- What is needed
State the number of lines below in which the word "undefined" appears. Nothing else belongs in the answer.

- Data for the task

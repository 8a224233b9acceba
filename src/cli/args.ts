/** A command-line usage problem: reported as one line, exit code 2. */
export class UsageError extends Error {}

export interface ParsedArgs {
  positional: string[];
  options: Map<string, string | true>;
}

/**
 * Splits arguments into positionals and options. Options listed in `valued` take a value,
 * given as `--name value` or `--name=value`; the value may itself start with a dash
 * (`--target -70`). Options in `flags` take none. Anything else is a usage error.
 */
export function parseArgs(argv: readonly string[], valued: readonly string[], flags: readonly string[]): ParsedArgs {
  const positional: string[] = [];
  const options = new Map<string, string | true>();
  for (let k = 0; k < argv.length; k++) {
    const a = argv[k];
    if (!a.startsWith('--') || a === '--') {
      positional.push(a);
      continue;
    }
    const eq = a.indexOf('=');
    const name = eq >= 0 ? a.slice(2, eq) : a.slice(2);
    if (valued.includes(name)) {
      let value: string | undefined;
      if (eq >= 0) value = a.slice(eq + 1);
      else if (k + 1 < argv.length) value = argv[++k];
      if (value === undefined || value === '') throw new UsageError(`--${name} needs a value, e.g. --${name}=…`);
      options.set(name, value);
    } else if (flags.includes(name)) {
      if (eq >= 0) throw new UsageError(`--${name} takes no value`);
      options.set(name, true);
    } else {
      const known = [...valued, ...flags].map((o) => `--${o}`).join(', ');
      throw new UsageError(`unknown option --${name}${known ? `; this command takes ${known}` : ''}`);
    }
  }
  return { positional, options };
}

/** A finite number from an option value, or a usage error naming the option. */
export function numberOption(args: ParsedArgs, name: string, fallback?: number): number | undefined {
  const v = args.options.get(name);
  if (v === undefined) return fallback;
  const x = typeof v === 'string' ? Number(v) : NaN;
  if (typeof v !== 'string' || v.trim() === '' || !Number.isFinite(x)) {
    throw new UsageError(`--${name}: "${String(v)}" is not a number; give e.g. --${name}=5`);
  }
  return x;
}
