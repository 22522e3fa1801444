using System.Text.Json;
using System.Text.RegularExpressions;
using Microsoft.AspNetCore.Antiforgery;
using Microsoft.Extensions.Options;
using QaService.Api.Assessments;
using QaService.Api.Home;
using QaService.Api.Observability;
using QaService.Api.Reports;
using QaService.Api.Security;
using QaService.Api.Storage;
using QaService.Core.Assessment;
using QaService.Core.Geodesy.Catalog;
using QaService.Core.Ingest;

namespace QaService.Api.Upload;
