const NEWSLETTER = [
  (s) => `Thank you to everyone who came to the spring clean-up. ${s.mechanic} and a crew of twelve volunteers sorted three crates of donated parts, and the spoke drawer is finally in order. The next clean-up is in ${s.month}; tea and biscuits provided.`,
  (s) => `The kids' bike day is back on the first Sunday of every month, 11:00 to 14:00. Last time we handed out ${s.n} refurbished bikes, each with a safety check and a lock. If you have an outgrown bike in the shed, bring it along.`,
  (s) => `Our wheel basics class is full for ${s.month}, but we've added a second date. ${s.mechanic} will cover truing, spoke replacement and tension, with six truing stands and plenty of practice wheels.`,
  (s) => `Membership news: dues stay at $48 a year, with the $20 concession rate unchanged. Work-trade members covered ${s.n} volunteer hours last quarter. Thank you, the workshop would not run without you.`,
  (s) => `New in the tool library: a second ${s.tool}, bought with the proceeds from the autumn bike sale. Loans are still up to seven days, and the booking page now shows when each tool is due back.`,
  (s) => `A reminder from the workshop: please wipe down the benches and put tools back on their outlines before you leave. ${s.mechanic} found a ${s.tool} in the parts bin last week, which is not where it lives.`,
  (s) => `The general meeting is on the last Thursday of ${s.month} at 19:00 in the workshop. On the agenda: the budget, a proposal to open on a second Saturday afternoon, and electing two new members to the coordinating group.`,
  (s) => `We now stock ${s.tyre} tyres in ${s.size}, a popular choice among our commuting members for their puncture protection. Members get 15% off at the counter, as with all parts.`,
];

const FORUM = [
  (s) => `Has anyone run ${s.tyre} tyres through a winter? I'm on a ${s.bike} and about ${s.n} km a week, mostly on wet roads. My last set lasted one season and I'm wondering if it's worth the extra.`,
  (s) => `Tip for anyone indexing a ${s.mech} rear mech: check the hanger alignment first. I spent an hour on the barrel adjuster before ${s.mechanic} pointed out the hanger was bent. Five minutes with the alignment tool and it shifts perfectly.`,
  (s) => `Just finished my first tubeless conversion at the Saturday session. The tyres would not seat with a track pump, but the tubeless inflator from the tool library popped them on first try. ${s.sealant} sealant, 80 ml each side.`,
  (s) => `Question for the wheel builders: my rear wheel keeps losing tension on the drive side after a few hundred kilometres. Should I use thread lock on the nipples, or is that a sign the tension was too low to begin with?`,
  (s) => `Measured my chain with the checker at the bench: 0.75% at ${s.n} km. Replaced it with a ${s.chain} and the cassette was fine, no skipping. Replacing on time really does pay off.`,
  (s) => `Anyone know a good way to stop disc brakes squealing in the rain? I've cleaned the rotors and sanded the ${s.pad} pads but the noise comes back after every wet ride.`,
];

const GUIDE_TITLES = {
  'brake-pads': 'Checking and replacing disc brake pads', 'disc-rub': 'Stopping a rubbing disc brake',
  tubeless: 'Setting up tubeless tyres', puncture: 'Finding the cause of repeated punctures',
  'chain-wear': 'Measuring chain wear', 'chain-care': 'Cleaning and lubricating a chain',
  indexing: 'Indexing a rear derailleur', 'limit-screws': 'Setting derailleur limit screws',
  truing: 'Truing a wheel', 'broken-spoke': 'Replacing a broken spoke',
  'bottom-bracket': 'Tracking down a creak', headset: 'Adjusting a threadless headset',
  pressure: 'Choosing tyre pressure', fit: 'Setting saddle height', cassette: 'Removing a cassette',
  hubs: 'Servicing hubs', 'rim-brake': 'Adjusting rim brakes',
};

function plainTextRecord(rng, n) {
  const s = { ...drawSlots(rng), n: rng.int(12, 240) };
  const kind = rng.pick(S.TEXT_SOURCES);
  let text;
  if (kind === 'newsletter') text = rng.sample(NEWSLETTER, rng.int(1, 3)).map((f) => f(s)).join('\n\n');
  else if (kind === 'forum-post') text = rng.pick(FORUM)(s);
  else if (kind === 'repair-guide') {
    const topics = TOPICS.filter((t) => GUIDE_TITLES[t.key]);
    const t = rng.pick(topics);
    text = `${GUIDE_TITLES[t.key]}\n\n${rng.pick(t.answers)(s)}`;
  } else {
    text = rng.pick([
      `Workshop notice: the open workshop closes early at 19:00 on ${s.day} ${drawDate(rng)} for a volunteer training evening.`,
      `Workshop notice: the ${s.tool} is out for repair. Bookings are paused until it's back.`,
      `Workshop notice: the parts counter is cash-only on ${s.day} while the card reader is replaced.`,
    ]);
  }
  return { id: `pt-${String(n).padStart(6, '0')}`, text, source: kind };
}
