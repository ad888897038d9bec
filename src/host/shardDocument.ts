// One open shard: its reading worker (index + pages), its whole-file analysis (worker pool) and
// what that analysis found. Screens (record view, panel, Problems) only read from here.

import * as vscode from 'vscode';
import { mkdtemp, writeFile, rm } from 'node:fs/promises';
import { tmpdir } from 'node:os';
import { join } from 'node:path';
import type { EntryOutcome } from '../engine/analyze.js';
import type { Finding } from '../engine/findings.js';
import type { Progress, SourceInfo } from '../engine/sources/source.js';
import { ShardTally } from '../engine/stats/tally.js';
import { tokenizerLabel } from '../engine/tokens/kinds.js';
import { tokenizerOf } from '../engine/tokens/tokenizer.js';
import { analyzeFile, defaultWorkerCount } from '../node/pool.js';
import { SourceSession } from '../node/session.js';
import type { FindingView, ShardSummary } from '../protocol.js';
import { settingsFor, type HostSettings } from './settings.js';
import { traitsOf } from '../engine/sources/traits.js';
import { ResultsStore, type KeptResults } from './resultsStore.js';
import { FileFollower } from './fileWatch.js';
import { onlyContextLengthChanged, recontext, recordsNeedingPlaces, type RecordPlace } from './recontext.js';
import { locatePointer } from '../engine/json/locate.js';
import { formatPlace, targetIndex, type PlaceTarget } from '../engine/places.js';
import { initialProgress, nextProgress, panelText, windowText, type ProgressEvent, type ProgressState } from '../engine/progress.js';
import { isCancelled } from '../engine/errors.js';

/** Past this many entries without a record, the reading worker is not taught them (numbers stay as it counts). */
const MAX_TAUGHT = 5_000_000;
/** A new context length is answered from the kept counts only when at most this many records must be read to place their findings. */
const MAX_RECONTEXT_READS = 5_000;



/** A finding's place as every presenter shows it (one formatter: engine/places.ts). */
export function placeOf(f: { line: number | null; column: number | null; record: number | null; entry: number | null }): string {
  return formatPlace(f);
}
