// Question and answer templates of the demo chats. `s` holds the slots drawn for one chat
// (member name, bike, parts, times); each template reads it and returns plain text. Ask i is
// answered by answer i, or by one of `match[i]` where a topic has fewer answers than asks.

- Output below
4